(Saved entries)
>>>>

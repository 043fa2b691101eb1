package main

import (
	"math"
	"reflect"
	"strings"
	"testing"

	"github.com/google/go-cmp/cmp"
	"github.com/google/go-cmp/cmp/cmpopts"

	"thinward/analysis"
	"thinward/io/result"
)

func TestAgreements(t *testing.T) {
	sample := func() *analysis.Result {
		return &analysis.Result{Series: "Tarn", Contrasts: []analysis.ContrastResult{{Crystal: "L1", Thin: "thin", Thick: "thick", Pairs: 8, Exchange: analysis.Exchange{M: 0.1, SE: math.NaN()}}},
			Ledger: []analysis.LedgerEntry{{Check: "dose", Value: 1, Verdict: "fine"}}}
	}
	a, b := sample(), sample()
	b.Series = "Slate"
	b.Contrasts[0].Pairs = 10
	b.Contrasts[0].Exchange.M = 0.1 * (1 + 1e-12)
	b.Contrasts[0].Exchange.SE = 0.1
	b.Ledger = append(b.Ledger, analysis.LedgerEntry{Check: "ice", Value: 2, Verdict: "fine"})
	c := result.Compare(a, b, tolerance)
	byStep := map[string]stepAgreement{}
	for _, s := range agreements(a, b, c.Differences) {
		byStep[s.Step] = s
	}
	for _, want := range []stepAgreement{
		{Step: "inputs", Words: 3, Differ: 1},
		// The count differs by 2 of 10; the error of m is no number on one side, which has no size.
		{Step: "differences", Differ: 2, Largest: 0.2},
		{Step: "ledger", Numbers: 2, Differ: 4, OnlyOne: 4},
	} {
		got := byStep[want.Step]
		if want.Numbers == 0 {
			got.Numbers = 0
		}
		if want.Words == 0 {
			got.Words = 0
		}
		if diff := cmp.Diff(want, got, cmpopts.EquateApprox(1e-12, 0)); diff != "" {
			t.Errorf("%s (-want +got):\n%s", want.Step, diff)
		}
	}
	differ := 0
	for _, s := range agreements(a, b, c.Differences) {
		differ += s.Differ
	}
	if differ != len(c.Differences) {
		t.Errorf("%d differences are counted, %d were found", differ, len(c.Differences))
	}
	for _, s := range agreements(a, sample(), nil) {
		if s.Differ != 0 || s.Largest != 0 {
			t.Errorf("the same results: %+v", s)
		}
	}
}

// Every key of a result has a step, so that no line of the table is a bare key.
func TestEveryKeyHasAStep(t *testing.T) {
	steps := map[string]bool{}
	for _, s := range stepOrder {
		steps[s.step] = true
	}
	for f := range reflect.TypeFor[analysis.Result]().Fields() {
		key, _, _ := strings.Cut(f.Tag.Get("json"), ",")
		if key == "environment" || key == "timing" {
			continue // not compared
		}
		if step := stepOf(key + "[a].b"); !steps[step] {
			t.Errorf("%s belongs to no step: give it one in stepOrder", key)
		}
	}
}

func TestFirstOfEach(t *testing.T) {
	list := []result.Difference{{Path: "intake[a].x"}, {Path: "intake[b].x"}, {Path: "indexing[a].x"}, {Path: "pairs[a].z"}, {Path: "odd.x"}}
	var got []string
	for _, d := range firstOfEach(list, 2) {
		got = append(got, d.Path)
	}
	if diff := cmp.Diff([]string{"intake[a].x", "intake[b].x", "pairs[a].z", "odd.x"}, got); diff != "" {
		t.Errorf("(-want +got):\n%s", diff)
	}
	if len(firstOfEach(list, 0)) != len(list) {
		t.Error("0 does not keep all")
	}
	if got := shortList([]string{"a", "b", "c"}, 2); got != "a; b; and 1 more" {
		t.Error(got)
	}
}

<<<<

## Your goal
Find out how many lines in the data above hold the word "LedgerEntry". Write only the number.

## Written solution
2